A présent, elle pourrait lui servir de monnaie d’échange dans ce que le quotidien de gauche Haaretz appelle «le deal du siècle»: l’abandon des poursuites judiciaires qui le visent en échange de l’annexion de la Cisjordanie à Israël. L’idée d’une annexion semble folle et pourtant, depuis que les Américains ont reconnu la souveraineté israélienne sur le plateau du Golan, elle a fait beaucoup de chemin au sein de la droite religieuse. «Bibi» déclarait d’ailleurs juste avant l’ouverture des bureaux de vote: «Je ne diviserai pas Jérusalem, je n’évacuerai aucune communauté et je m’assurerai que nous contrôlions le territoire à l’ouest du Jourdain.»

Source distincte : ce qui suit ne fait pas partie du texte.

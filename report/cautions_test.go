package report

import (
	"math"
	"strings"
	"testing"

	"slowpoint/model"
	"slowpoint/model/cell"
	"slowpoint/rules"
)

// calm is a product that sets off as few cautions as can be: measured air, typed films, covered, far from every limit, probe named.
func calm(t *testing.T) *Product {
	t.Helper()
	step := func(name string, stage *model.Stage, c, film float64) *model.Step {
		return &model.Step{Name: name, Stage: stage, DurationS: 3600, Exposure: model.Exposure{Surface: model.MovingAir, Cover: model.TightWrap, Measured: true,
			AirMS: ptr(3.), FilmW: &film, Medium: model.Course{TimesS: []float64{0}, C: []float64{c}}}}
	}
	cook, cool := step("Oven", model.Cook, 95, 25), step("Chiller", model.Cool, 3, 21)
	p := &Product{
		Product: model.Product{Name: "Mash", Shape: model.Slab, Size: model.Size{ThicknessM: 0.04}, StartC: 8,
			Food: &model.Material{Name: "mash", Source: "an invented source", FreezingC: ptr(-1.)}},
		Steps:   []model.Step{*cook, *cool},
		Samples: model.Samples{TimesS: []float64{0, 3600, 7200}, Coldest: []float64{8, 70, 5}, Hottest: []float64{8, 88, 20}},
		Judgement: rules.Judgement{Verdict: rules.Met, Findings: []rules.Finding{{Level: "must", Verdict: rules.Met, MarginK: ptr(7.), MarginS: ptr(1900.), Required: ptr(120.), Unit: "min",
			Limit: &rules.Limit{At: cell.Ref{Sheet: "Limits", Row: 2}, Name: "Core", Code: "A code", Clause: "3", Edition: "2020"}}}},
	}
	film := func(w float64) []model.FilmUsed { return []model.FilmUsed{{FilmW: w, TotalW: w, Typed: true}} }
	p.History = &model.History{ErrorK: 0.003, Points: []model.Point{{Name: "centre"}, {Name: "probe", Place: model.Place{UpM: 0.005}}},
		Spans: []model.Span{{Step: cook, EndS: 3600, Films: film(25)}, {Step: cool, StartS: 3600, EndS: 7200, Films: film(21)}}}
	return p
}

func TestCautions(t *testing.T) {
	always := "idealised shape, cooked food shrinks, start assumed uniform"
	for _, c := range []struct {
		name   string
		change func(*Head, *Product)
		want   string // the keys in their order
		words  string // what one of the texts says
	}{
		{"nothing special", func(*Head, *Product) {}, always, "an ideal slab"},
		{"stirred has no shape and no uniform start to assume", func(_ *Head, p *Product) { p.Product.Shape = model.Stirred }, "", ""},
		{"1.9 K of room", func(_ *Head, p *Product) { p.Judgement.Findings[0].MarginK = ptr(1.9) }, "thin margin, " + always, "Core leaves less than 2.0 °C (3.6 °F)"},
		{"2.1 K of room", func(_ *Head, p *Product) { p.Judgement.Findings[0].MarginK = ptr(2.1) }, always, ""},
		{"11 of 120 min of room", func(_ *Head, p *Product) { p.Judgement.Findings[0].MarginS = ptr(660.) }, "thin margin, " + always, ""},
		{"13 of 120 min of room", func(_ *Head, p *Product) { p.Judgement.Findings[0].MarginS = ptr(780.) }, always, ""},
		{"advice may be thin", func(_ *Head, p *Product) {
			p.Judgement.Findings[0].MarginK, p.Judgement.Findings[0].Level = ptr(0.5), "advice"
		}, always, ""},
		{"lacking is no margin", func(_ *Head, p *Product) {
			p.Judgement.Findings[0].MarginK, p.Judgement.Findings[0].Verdict = ptr(-0.5), rules.NotMet
		}, always, ""},
		{"error as large as the margin", func(_ *Head, p *Product) { p.History.ErrorK = 7.5 }, "resolution coarser than margin, " + always, "7.5 °C (13.5 °F)"},
		{"clause missing", func(_ *Head, p *Product) { p.Judgement.Findings[0].Limit.Clause = " " }, "limit without citation, " + always, "entered for: Core"},
		{"clause missing where the limit does not apply", func(_ *Head, p *Product) {
			p.Judgement.Findings[0].Limit.Clause, p.Judgement.Findings[0].Verdict = "", rules.NotApplicable
		}, always, ""},
		{"until not reached", func(_ *Head, p *Product) { p.History.Spans[0].Reached = ptr(false) }, "step did not reach its temperature, " + always, "longest duration: Oven"},
		{"until reached", func(_ *Head, p *Product) { p.History.Spans[1].Reached = ptr(true) }, "step ended by the model, " + always, "temperature: Chiller"},
		{"set-point", func(_ *Head, p *Product) { p.History.Spans[1].Step.Measured = false }, "medium is a set-point, " + always, "temperature: Chiller"},
		{"set-point on a face", func(_ *Head, p *Product) {
			p.History.Spans[1].Step.Faces = []model.FaceExposure{{Face: model.Top, Exposure: model.Exposure{Surface: model.Held, Medium: model.Course{TimesS: []float64{0}, C: []float64{2}}}}}
		}, "medium is a set-point, " + always, ""},
		{"film from a correlation", func(_ *Head, p *Product) { p.History.Spans[0].Films[0].Typed = false }, "film coefficient assumed, " + always, "correlation: Oven"},
		{"a held surface has no film to assume", func(_ *Head, p *Product) { p.History.Spans[0].Films[0] = model.FilmUsed{FilmW: math.Inf(1)} }, always, ""},
		{"water bath without a typed film", func(_ *Head, p *Product) {
			s := p.History.Spans[0].Step
			s.Surface, s.FilmW = model.WaterBath, nil
		}, "water film taken low, " + always, "a few tens"},
		{"water bath with a typed film", func(_ *Head, p *Product) { p.History.Spans[0].Step.Surface = model.WaterBath }, always, ""},
		{"open in air", func(_ *Head, p *Product) { p.History.Spans[1].Step.Cover = nil }, "evaporation left out, " + always, "left out: Chiller"},
		{"rest after a cook", func(_ *Head, p *Product) { p.History.Spans[1].Step.Stage = model.Rest }, "carry-over without evaporation, " + always, "step Chiller"},
		{"rest with a wet surface", func(_ *Head, p *Product) {
			p.History.Spans[1].Step.Stage, p.History.Spans[1].Step.Wet = model.Rest, ptr(true)
		}, always, ""},
		{"surface above 100 °C", func(_ *Head, p *Product) { p.Samples.Hottest[1] = 100.4 }, "moist surface above boiling, " + always, "up to 100.4 °C"},
		{"medium raised", func(_ *Head, p *Product) {
			p.History.Spans[1].MediumFromC, p.History.Spans[1].MediumToC = ptr(-20.), ptr(-1.)
		}, "chill medium raised to the freezing point, " + always, "are bounds"},
		{"below the freezing point", func(_ *Head, p *Product) { p.Samples.Coldest[2] = -1.2 }, "crossing freezing, " + always, "−1.2 °C"},
		{"above the freezing point, below 0 °C", func(_ *Head, p *Product) { p.Samples.Coldest[2] = -0.5 }, always, ""},
		{"freezing that is calculated", func(_ *Head, p *Product) {
			p.Samples.Coldest[2], p.Product.Food.EnthalpyJkg = -18, func(c float64) float64 { return 3000 * c }
		}, "freezing calculated, " + always, "supercooling is left out"},
		{"layers, the first two without a gap", func(_ *Head, p *Product) {
			m := p.Product.Food
			p.Product.Shape, p.Product.Food = model.LayeredSlab, nil
			p.Product.Layers = []model.Layer{{Food: m, ThicknessM: 0.01}, {Food: m, ThicknessM: 0.02, BelowM2KW: 0.004}, {Food: m, ThicknessM: 0.01}}
		}, "idealised shape, layers touch perfectly, cooked food shrinks, start assumed uniform", "fast side: 1 and 2."},
		{"nothing is cooked", func(_ *Head, p *Product) { p.History.Spans[0].Step.Stage = model.HoldHot }, "idealised shape, start assumed uniform", ""},
		{"food without water", func(_ *Head, p *Product) { p.Product.Food.Waterless = true }, "idealised shape, start assumed uniform", ""},
		{"no freezing point known, below 0 °C", func(_ *Head, p *Product) { p.Samples.Coldest[2], p.Product.Food.FreezingC = -0.5, nil }, "crossing freezing, " + always, ""},
		{"composed, with a second run", func(_ *Head, p *Product) {
			p.Product.Food.Composed, p.Further = true, []rules.Run{{Name: rules.LowConductivity, History: p.History}}
		}, "properties from composition, conductivity scatter, " + always, "±15 %"},
		{"composed, with much fat", func(_ *Head, p *Product) {
			p.Product.Food.Composed, p.Product.Food.FatPc = true, 33.31
			p.Product.Food.Props = func(float64) model.Properties { return model.Properties{CJkgK: 2700} }
		}, "properties from composition, fat that melts, " + always, "The food mash holds 33 % of fat, which takes 33 to 60 kJ"},
		{"composed, with much fat that stays melted", func(_ *Head, p *Product) {
			p.Product.Food.Composed, p.Product.Food.FatPc = true, 33.31
			p.Samples.Coldest = []float64{58, 70, 36}
		}, "properties from composition, " + always, ""},
		{"composed, with 9 % of fat", func(_ *Head, p *Product) { p.Product.Food.Composed, p.Product.Food.FatPc = true, 9 }, "properties from composition, " + always, ""},
		{"beyond boiling throughout", func(_ *Head, p *Product) { p.History.Boils = true }, "boiling throughout, " + always, "hotter than boiling water"},
		{"beyond the properties", func(_ *Head, p *Product) { p.History.Beyond = true }, "beyond the properties, " + always, "−40 to 150 °C"},
		{"a warning of something else", func(_ *Head, p *Product) { p.History.Warnings = cell.Errors{{Msg: "is over at once"}} }, always, ""},
		{"thick food", func(_ *Head, p *Product) {
			p.Further = []rules.Run{{Name: rules.WellMixed, History: p.History}}
		}, "thick food may flow, " + always, "as well mixed"},
		{"no probe named", func(_ *Head, p *Product) { p.History.Points = p.History.Points[:1] }, always + ", probe place unknown", ""},
		{"date order by hand", func(h *Head, _ *Product) { h.Items = []Item{{Item: "Date order", Value: "day month year"}} }, always + ", dates set by hand", "day month year"},
		{"carried by a finding", func(_ *Head, p *Product) {
			p.Judgement.Findings[0].Cautions = []string{"slow come-up lethality", "slow come-up lethality", "a new one"}
		}, always + ", slow come-up lethality, a new one", "More than a tenth"},
		{"carried by a film", func(_ *Head, p *Product) { p.History.Spans[0].Films[0].Caution = "published for dry air only" }, always + ", published for dry air only", "Published for dry air only."},
		{"said with the names of the steps already", func(_ *Head, p *Product) {
			p.History.Spans[0].Films[0].Typed, p.History.Spans[0].Films[0].Caution = false, "film coefficient assumed, not measured"
		}, "film coefficient assumed, " + always, "correlation: Oven"},
		{"half of it said already", func(_ *Head, p *Product) {
			p.History.Spans[0].Films[0].Typed, p.History.Spans[0].Films[0].Caution = false, "film coefficient assumed, not measured; emissivity assumed: 0.9"
		}, "film coefficient assumed, " + always + ", emissivity assumed: 0.9", "Emissivity assumed: 0.9."},
	} {
		t.Run(c.name, func(t *testing.T) {
			h, p := &Head{}, calm(t)
			c.change(h, p)
			var keys, texts []string
			for _, got := range Cautions(h, p) {
				keys, texts = append(keys, got.Key), append(texts, got.Text)
			}
			if got := strings.Join(keys, ", "); got != c.want {
				t.Errorf("cautions %q, want %q", got, c.want)
			}
			all := strings.Join(texts, "\n")
			if !strings.Contains(all, c.words) {
				t.Errorf("%q is not said in\n%s", c.words, all)
			}
			if strings.Contains(all, "%!") || strings.Contains(all, "[caution") {
				t.Errorf("a blank of a text was not filled:\n%s", all)
			}
		})
	}
}

func TestSparseRecord(t *testing.T) {
	for _, c := range []struct {
		name string
		gapS float64
		want bool
	}{{"every 5 min", 300, false}, {"a gap of 12 min", 720, true}} {
		t.Run(c.name, func(t *testing.T) {
			p := calm(t)
			spans := p.History.Spans
			rec, err := model.NewRecord(spans, []model.Trace{{Point: model.Point{Name: "centre"}, TimesS: record(c.gapS), C: make([]float64, len(record(c.gapS)))}}, nil)
			if err != nil {
				t.Fatal(err)
			}
			p.History = rec
			found := false
			for _, got := range Cautions(&Head{}, p) {
				found = found || got.Key == "record sparse or with gaps" && strings.Contains(got.Text, "12 min")
			}
			if found != c.want {
				t.Errorf("caution %v, want %v", found, c.want)
			}
		})
	}
}

// record is every five minutes for two hours, but for one gap in the middle, s.
func record(gapS float64) []float64 {
	var t []float64
	for at := 0.0; at <= 3000; at += 300 {
		t = append(t, at)
	}
	for at := 3000 + gapS; at <= 7200; at += 300 {
		t = append(t, at)
	}
	return t
}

Un quart de siècle après Oslo, 42% des Israéliens soutiennent l’idée d’une annexion, selon un sondage réalisé en mars par Haaretz. Et ce ne sont pas les Américains qui sauveront les droits des Palestiniens. «Ils ont coupé le contact avec l’Autorité palestinienne ainsi que les ressources qu’ils lui octroyaient, fusionné le bureau de Jérusalem chargé des affaires palestiniennes avec l’ambassade… Il faut voir à quoi ressemblera leur plan de paix, mais s’ils avaient voulu démanteler un projet national, ils ne s’y seraient pas pris autrement», réagit une source proche du dossier.

Comme tous les populistes

En échange de l’annexion, donc, «Netanyahou pourrait demander au gouvernement de voter une loi empêchant toute poursuite contre un premier ministre en exercice», affirme Aluf Benn, un analyste israélien. Ce scénario n’est pas impensable dans un pays où la justice est régulièrement attaquée par le gouvernement de Netanyahou: comme tous les populistes, il ne manque jamais une occasion d’attaquer les élites et la presse.

Reste à savoir si le premier ministre sera plus rapide que le procureur général Avichaï Mendelblit, qui pourrait l’inculper d’ici à la fin de l’année dans trois affaires de corruption. Un autre test démocratique pour les institutions de l’Etat hébreu, après cette élection sur laquelle plane l’ombre de l’autoritarisme.